Eggs that make noise and magnetic eggs make hunt more inclusive.

As many students go about their everyday lives, they see instances  where other people may be excluded, but few do anything to address those situations. That’s not the case for Millersville University (MU) sophomore Sidney Scoralick and her family, who in 2017 decided to create an Adaptive Easter Egg Hunt.

“Speaking personally from the things my sister (who is blind) has shared, it breaks down the barriers,” says Scoralick.
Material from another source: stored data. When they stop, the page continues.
package server

import (
	"net/http"
	"net/http/httptest"
	"net/netip"
	"strings"
	"testing"
)

// came is what stands behind the door of a request from an address with some headers.
func came(t testing.TB, s *Server, remote string, headers ...string) (r *http.Request, a passage) {
	t.Helper()
	req := httptest.NewRequest(http.MethodGet, "http://inside:8080/", nil)
	req.RemoteAddr = remote
	for i := 0; i < len(headers); i += 2 {
		req.Header.Add(headers[i], headers[i+1])
	}
	s.arrived(http.HandlerFunc(func(_ http.ResponseWriter, got *http.Request) { r = got })).ServeHTTP(httptest.NewRecorder(), req)
	return r, passageOf(r)
}

func TestPassage_OnlyTrustedProxiesAreBelieved(t *testing.T) {
	s := &Server{behind: []netip.Prefix{netip.MustParsePrefix("127.0.0.1/32"), netip.MustParsePrefix("10.0.0.0/8")}}
	const proxy = "127.0.0.1:4000"
	cases := []struct {
		name, remote string
		headers      []string
		from, host   string
		secure       bool
	}{
		{"nobody between", "192.0.2.7:5000", nil, "192.0.2.7", "inside:8080", false},
		{"a stranger who claims", "192.0.2.7:5000", []string{"X-Forwarded-For", "198.51.100.1", "X-Forwarded-Proto", "https", "X-Forwarded-Host", "tests.example.org"}, "192.0.2.7", "inside:8080", false},
		{"a proxy", proxy, []string{"X-Forwarded-For", "198.51.100.1", "X-Forwarded-Proto", "https", "X-Forwarded-Host", "tests.example.org"}, "198.51.100.1", "tests.example.org", true},
		{"a proxy that adds to what the browser sent", proxy, []string{"X-Forwarded-For", "203.0.113.5, 198.51.100.1", "X-Forwarded-Proto", "https"}, "198.51.100.1", "inside:8080", true},
		{"two proxies of ours", proxy, []string{"X-Forwarded-For", "203.0.113.5, 198.51.100.1, 10.1.2.3", "X-Forwarded-Proto", "https"}, "198.51.100.1", "inside:8080", true},
		{"nonsense in the list", proxy, []string{"X-Forwarded-For", "198.51.100.1, unknown, 10.1.2.3"}, "10.1.2.3", "inside:8080", false},
		{"http through a proxy", proxy, []string{"X-Forwarded-For", "198.51.100.1", "X-Forwarded-Proto", "http"}, "198.51.100.1", "inside:8080", false},
		{"a host that is none", proxy, []string{"X-Forwarded-Host", "evil.example/path?"}, "127.0.0.1", "inside:8080", false},
		// RFC 7239, section 4 and 7.1, examples of the syntax.
		{"the standard header", proxy, []string{"Forwarded", `For="[2001:db8:cafe::17]:4711";proto=https;host=tests.example.org`}, "2001:db8:cafe::17", "tests.example.org", true},
		{"a list of it", proxy, []string{"Forwarded", "for=192.0.2.43, for=198.51.100.17;by=203.0.113.60;proto=https;host=tests.example.org"}, "198.51.100.17", "tests.example.org", true},
		{"two proxies of ours by it", proxy, []string{"Forwarded", "for=192.0.2.43;proto=https", "Forwarded", "for=10.9.9.9;proto=http"}, "192.0.2.43", "inside:8080", true},
		{"somebody hidden", proxy, []string{"Forwarded", `for="_gazonk";proto=https`}, "127.0.0.1", "inside:8080", true},
		{"a comma within quotes", proxy, []string{"Forwarded", `for=198.51.100.17;host="a,b";proto=https`}, "198.51.100.17", "inside:8080", true},
		{"both ways, alike", proxy, []string{"Forwarded", "for=198.51.100.1;proto=https", "X-Forwarded-For", "198.51.100.1", "X-Forwarded-Proto", "https"}, "198.51.100.1", "inside:8080", true},
		{"both ways, one let through from the browser", proxy, []string{"Forwarded", "for=203.0.113.99;proto=https;host=evil.example", "X-Forwarded-For", "198.51.100.1", "X-Forwarded-Proto", "https"}, "127.0.0.1", "inside:8080", false},
	}
	for _, c := range cases {
		r, a := came(t, s, c.remote, c.headers...)
		if from := bareHost(r.RemoteAddr); from != c.from || r.Host != c.host || a.secure != c.secure {
			t.Errorf("%s: got from %s at %s, secure %v; want %s at %s, %v", c.name, from, r.Host, a.secure, c.from, c.host, c.secure)
		}
		for _, h := range proxyHeaders {
			if r.Header.Get(h) != "" {
				t.Errorf("%s: %s is still there for others to believe", c.name, h)
			}
		}
	}
}

func TestPassage_WhatIsNotSecureIsSaid(t *testing.T) {
	s := &Server{behind: []netip.Prefix{netip.MustParsePrefix("127.0.0.1/32")}}
	for _, c := range []struct {
		name, remote, host string
		headers            []string
		want               bool
	}{
		{"http in the house", "192.168.1.9:1", "tests.lan", nil, true},
		{"this machine", "127.0.0.1:1", "localhost:8080", nil, false},
		{"a browser that takes it for secure", "192.168.1.9:1", "tests.lan", []string{"Sec-Fetch-Site", "none"}, false},
		{"a proxy nobody told us of", "192.168.1.2:1", "tests.lan", []string{"X-Forwarded-Proto", "https"}, false},
		{"a trusted proxy with TLS", "127.0.0.1:1", "tests.lan", []string{"X-Forwarded-Proto", "https"}, false},
		{"a trusted proxy without", "127.0.0.1:1", "tests.lan", []string{"X-Forwarded-For", "192.168.1.9", "X-Forwarded-Proto", "http"}, true},
	} {
		r, _ := came(t, s, c.remote, c.headers...)
		r.Host = c.host
		if got := insecure(r); got != c.want {
			t.Errorf("%s: got insecure %v, want %v", c.name, got, c.want)
		}
	}
}

// The throttle of wrong links counts by the browser's address, not by the proxy's, and only where the proxy is trusted.
func TestPassage_TheThrottleCountsTheBrowser(t *testing.T) {
	r := newRig(t, 0)
	for _, trusted := range []bool{true, false} {
		o := Options{}
		if trusted {
			o.Behind = []netip.Prefix{netip.MustParsePrefix("127.0.0.0/8")}
		}
		public, _ := r.serveWith(o)
		try := func(from string) int {
			req, err := http.NewRequest(http.MethodGet, "http://"+public+"/in/"+strings.Repeat("A", 26), nil)
			must(t, err)
			req.Header.Set("X-Forwarded-For", from)
			return r.do(browser(t), req).status
		}
		for range 20 {
			try("198.51.100.1")
		}
		if got, want := try("198.51.100.2"), map[bool]int{true: 404, false: 429}[trusted]; got != want {
			t.Errorf("trusted %v: another browser after 20 wrong links of one got %d, want %d", trusted, got, want)
		}
	}
}

func FuzzPassage(f *testing.F) {
	f.Add("for=192.0.2.43, for=198.51.100.17;by=203.0.113.60", "198.51.100.1, 10.0.0.1", "tests.example.org")
	f.Add(`for="[2001:db8::1]:99";proto=https;host="a,b"`, "unknown", "[::1]:8080")
	f.Add(`for="a\`, ",,", "x:99999999")
	s := &Server{behind: []netip.Prefix{netip.MustParsePrefix("192.0.2.1/32"), netip.MustParsePrefix("10.0.0.0/8")}}
	f.Fuzz(func(t *testing.T, standard, list, host string) {
		r, _ := came(t, s, "192.0.2.1:1", "Forwarded", standard, "X-Forwarded-For", list, "X-Forwarded-Host", host)
		if _, err := netip.ParseAddrPort(r.RemoteAddr); err != nil {
			t.Errorf("the address is %q", r.RemoteAddr)
		}
		if strings.ContainsAny(r.Host, "/\\?#@ \r\n\"<>") {
			t.Errorf("the host is %q", r.Host)
		}
	})
}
This adaptive egg hunt first began in 2017 at Tymor Park in Lagrangeville, New York and was initially focused on the visually impaired. People came from over an hour away to participate that first year. The response really encouraged Scoralick and her family to dig deeper and see who else they could reach through adaptations. In 2018 they expanded the egg hunt to include a low sensory input time as well as a wheelchair accessible hunt.

An adaptive egg hunt is an egg hunt that is modifiable to fit everyone’s needs and different ability levels. For the visually impaired part of the hunt,  eggs that made noise were used. This can be either a continuous sound or beeping depending on what works best for the individual. The low sensory portion is a quieter hunt where the kids are sent out in small groups and told to collect a certain number of eggs so there isn’t an overwhelming rush. Then for the wheelchair accessible portion, magnetic eggs with extendable wands were used for easier pick up, and some were placed on raised surfaces as well.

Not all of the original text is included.